Кто такой Менгисту Хайле Мириам?
Кто такой Менгисту Хайле Мириам?
Старшина из роты зенитчиков.
Критериями отбора прапорщиков служили: зверский аппетит, богатырский сон и лютейшая ненависть к производительному труду. (Для себя они ничего не жалели).
Сверхсрочников принимал на службу командир полка, а уволить мог командир дивизии — на ступень выше. Прапорщика — только Главком. Вот они и засиделись — кто будет наверх подавать, что у него плохие прапорщики. Как-то командир полка Бобровский выгнал всех прапорщиков, принятых предыдущим командиром полка и набрал молодых. Спустя три месяца новое поколение ударилось в повальное блядство, многие переболели триппером. Сидит такой на совещании, грустный — грустный, пока выясняют:
— Да кто ж кого ебал, ты можешь рассказать внятно?
— Вот он с моей женой, а я к его пошёл, а потом он ушёл…
Бобровский слушал — слушал:
— Так то ж были святые люди по сравнению с вами!
В полку всё повязано. Стоит начать со Смольянова, а закончится самим Бобровским. А он Красную звезду получил, ему орден Ленина светит. Вывод один: надо пресечь доносительство о пьянстве на корню.
Прапорщиков в полку приходилось растить. Это в столицах претенденты в очередь стояли. А тут, если прапорщик умывается, бреется, писать умеет, то такого сразу заберут в финслужбу или строевую часть. Некоторые становились прапорщиками, потому что не удавалось стать офицером. Кравцов из финчасти, умнейший мужик, два раза был близок к получению офицерского звания. Первый раз — в Группе Советских Войск в Германии. Но курсы младших лейтенантов, на которых он учился, расформировали за два дня до производства. Во второй раз — в Ярославле, где он сдавал в училище экзамены экстерном. Но ему исполнилось тридцать два года и два дня. Фуражку офицерскую с него таки сняли, но петлицы с металлической окантовкой сорвать не смогли. Внутренне ощущал себя офицером, жил с майорской женой.
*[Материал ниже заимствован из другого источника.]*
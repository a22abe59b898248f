"""Every default of the margin of change that matters, and the trend minimums, come from monitor/settings.py.

A default written as a literal in two modules will one day disagree with itself (it did: 0.01 in the
trend and power stages, 0.02 in the programme record and the CLI).
"""

from __future__ import annotations

import inspect
import re

from monitor import settings
from tests.conftest import REPO_ROOT


def _default(function, name):
    return inspect.signature(function).parameters[name].default


def test_every_margin_default_is_the_one_setting():
    from monitor.db import models
    from monitor.power import Scenario, detectable_change
    from monitor.services import power, trend
    from monitor.trend import DEFAULT_MARGIN, TrendModel

    expected = settings.DEFAULT_CHANGE_MARGIN
    assert DEFAULT_MARGIN == expected
    assert _default(TrendModel.__init__, "margin") == expected
    assert Scenario(annual_change=-0.05).margin == expected
    assert _default(detectable_change, "margin") == expected
    assert _default(power.power_study, "margin") == expected
    assert _default(trend.fit_table, "margin") == expected
    assert models.Programme.model_fields["change_margin"].default == expected


def test_a_programme_setting_overrides_the_default():
    assert settings.change_margin(None) == settings.DEFAULT_CHANGE_MARGIN
    assert settings.change_margin(float("nan")) == settings.DEFAULT_CHANGE_MARGIN
    assert settings.change_margin(0.05) == 0.05


def test_no_module_spells_a_margin_or_trend_minimum_literal():
    # a margin literal beside the word margin, or a five-year / ten-station literal in a comparison,
    # anywhere in the package but the settings module itself
    margin = re.compile(r"margin[^\n]{0,40}?\b0\.0[12]\b|\b0\.0[12]\b[^\n]{0,20}margin", re.IGNORECASE)
    minimum = re.compile(r"n_years\s*[<>]=?\s*5\b|n_st(ations)?\s*[<>]=?\s*10\b")
    offenders = []
    for path in (REPO_ROOT / "monitor").rglob("*.py"):
        if path.name == "settings.py" and path.parent.name == "monitor":
            continue
        for number, line in enumerate(path.read_text(encoding="utf-8").splitlines(), 1):
            if margin.search(line) or minimum.search(line):
                offenders.append(f"{path.relative_to(REPO_ROOT)}:{number}: {line.strip()}")
    assert offenders == []


def test_trend_minimums_are_the_settings():
    from monitor.design import MIN_STATIONS as DESIGN_MIN_STATIONS
    from monitor.trend import MIN_STATIONS, MIN_YEARS

    assert MIN_YEARS == settings.MIN_TREND_YEARS
    assert MIN_STATIONS == settings.MIN_TREND_STATIONS == DESIGN_MIN_STATIONS
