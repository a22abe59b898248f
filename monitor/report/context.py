"""The report's content as documented dataclasses, and the builder that makes it.

``build_report_context`` turns what the service layer gathered (trend results,
this season's estimates, coverage, triggers, events, ...) into a
``ReportContext``: every number already formatted, every sentence already
written, every figure described.  Templates only lay it out; ``to_dict`` gives
the numbers as JSON (schema ``monitor.report/1``) for the next year's
comparison and for anyone who wants the figures without the page.

Nothing here fits a model or touches a database: trend results come in
already fitted (``monitor.trend.TrendResult`` or any object with the same
attributes), station changes come in already computed.
"""

from __future__ import annotations

import math
import platform
import re
from collections.abc import Iterable, Mapping, Sequence
from dataclasses import dataclass, field
from importlib import metadata

import pandas as pd

from monitor import columns as C
from monitor import measures
from monitor.errors import InputError
from monitor.families import describe as describe_family
from monitor.report.compare import SCHEMA, CallChange, compare_with_previous
from monitor.report.figures import EventMark
from monitor.report.fits import FitRow
from monitor.report.triggers import Trigger, TriggerOutcome, evaluate_triggers
from monitor.report.wording import (
    CALL_LABEL,
    CALL_MARKER,
    MEASURE_LABEL,
    LevelNumbers,
    MethodChange,
    TrendNumbers,
    caveat_sentences,
    decline_advice,
    detectable_change_not_computed_sentence,
    detectable_fall_sentence,
    level_sentence,
    odds_trend_sentence,
    percent,
    plain_measures,
    season_label,
    signed_percent,
    significant,
    summary_texts,
    total_floor_note,
    trend_sentence,
    whole,
)
from monitor.settings import DEFAULT_CHANGE_MARGIN, MIN_TREND_STATIONS, MIN_TREND_YEARS

PROBABILITY_PLACEMENTS = (C.PLACEMENT_RANDOM, C.PLACEMENT_STRATIFIED, C.PLACEMENT_BALANCED,
                          C.PLACEMENT_SYSTEMATIC)

REFERENCES = (
    "Bates, D., Mächler, M., Bolker, B. and Walker, S. (2015). Fitting linear mixed-effects models "
    "using lme4. Journal of Statistical Software 67(1), 1–48.",
    "Breslow, N. E. and Clayton, D. G. (1993). Approximate inference in generalized linear mixed "
    "models. Journal of the American Statistical Association 88(421), 9–25.",
    "Dixon, P. M. and Pechmann, J. H. K. (2005). A statistical test to show negligible trend. "
    "Ecology 86(7), 1751–1756.",
    "Harrison, X. A. (2014). Using observation-level random effects to model overdispersion in count "
    "data in ecology and evolution. PeerJ 2, e616.",
    "Piepho, H.-P. and Ogutu, J. O. (2002). A simple mixed model for trend analysis in wildlife "
    "populations. Journal of Agricultural, Biological, and Environmental Statistics 7(3), 350–360.",
    "Warton, D. I. and Hui, F. K. C. (2011). The arcsine is asinine: the analysis of proportions in "
    "ecology. Ecology 92(1), 3–10.",
    "Harrower, M. and Brewer, C. A. (2003). ColorBrewer.org: an online tool for selecting colour "
    "schemes for maps. The Cartographic Journal 40(1), 27–37.",
)

FEW_QUADRATS = 10  # below this many quadrats an estimate is flagged (as monitor.estimate does; common practice)

SOFTWARE = ("numpy", "scipy", "pandas", "statsmodels", "matplotlib", "Jinja2", "shapely")


# --------------------------------------------------------------------------- small value types
@dataclass(frozen=True)
class Interval:
    """An estimate with its 95 % interval (fractions unless stated)."""

    estimate: float
    lower: float
    upper: float

    @classmethod
    def from_any(cls, obj) -> Interval | None:
        """From an object with estimate/lower/upper, a mapping with those keys, or a 3-tuple."""
        if obj is None:
            return None
        if isinstance(obj, Interval):
            return obj
        if isinstance(obj, Mapping):
            return cls(float(obj["estimate"]), float(obj["lower"]), float(obj["upper"]))
        if isinstance(obj, tuple | list):
            return cls(float(obj[0]), float(obj[1]), float(obj[2]))
        return cls(float(obj.estimate), float(obj.lower), float(obj.upper))

    def to_dict(self) -> dict:
        return {"estimate": _num(self.estimate), "lower": _num(self.lower), "upper": _num(self.upper)}


def _num(value) -> float | None:
    if value is None:
        return None
    value = float(value)
    return value if math.isfinite(value) else None


@dataclass(frozen=True)
class ProgrammeInfo:
    """What the report says about the programme.

    Attributes
    ----------
    name : str
        Programme name (title of the report).
    reserve : str
        The place monitored.
    description : str
        One or two sentences for the front page.
    placement : str
        How stations were chosen (``monitor.columns.PLACEMENTS``); decides the
        caution about what the trends describe.  Overridden per station by a
        ``placement`` column in ``stations``.
    crs : str
        Projected CRS of station coordinates, e.g. "EPSG:32633".
    prepared_by : str
    margin : float | None
        Margin of change that matters [fraction per year]; default: the results' own.
    """

    name: str
    reserve: str = ""
    description: str = ""
    placement: str = C.PLACEMENT_RANDOM
    crs: str = ""
    prepared_by: str = ""
    margin: float | None = None

    @classmethod
    def from_any(cls, obj) -> ProgrammeInfo:
        if isinstance(obj, ProgrammeInfo):
            return obj
        if isinstance(obj, Mapping):
            known = {k: obj[k] for k in cls.__dataclass_fields__ if k in obj}
            if "name" not in known:
                raise InputError("programme_meta needs a 'name'")
            return cls(**known)
        raise InputError("programme_meta must be a ProgrammeInfo or a mapping with at least 'name'")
Более-менее порядочные прапорщики — в службе вооружений, старшины в ротах, техники. Их ещё можно терпеть, но только не смотрители. Техники склонны к питию, слабы к женскому полу. Фролов, солдат срочной службы с техническим образованием, прослужив год, был произведён в прапорщики. Но пробыл в своём звании меньше суток. Утром на разводе зачитали приказ. Помню, как сейчас, стояла мерзкая погода. День до мотовоза он потратил на получение форменной одежды и, естественно, неоднократно причастился спиртом. К вечеру он окончательно одурел от чрезмерного употребления горячительных напитков. На мотовоз его уже волокли под руки и сапоги бессильно чертили песок. Подполковник Мильков — зам по вооружению, у которого в подчинении состоял Фролов, как сглазил:
— Ну, что-нибудь выкинет.
Действительно, слегка протрезвев, Фролов полез в женское общежитие по балконам, хотя можно было войти в дверь (у нас и понятия не было о комендантах). Долез до пятого этажа. Баба на кухне смотрит — кто-то влазит в окно с балкона. Не долго думая, ударила сковородой. Фролов спикировал на землю, а там патруль. Их, как собак крутится вокруг женского общежития. «Заломали» беднягу.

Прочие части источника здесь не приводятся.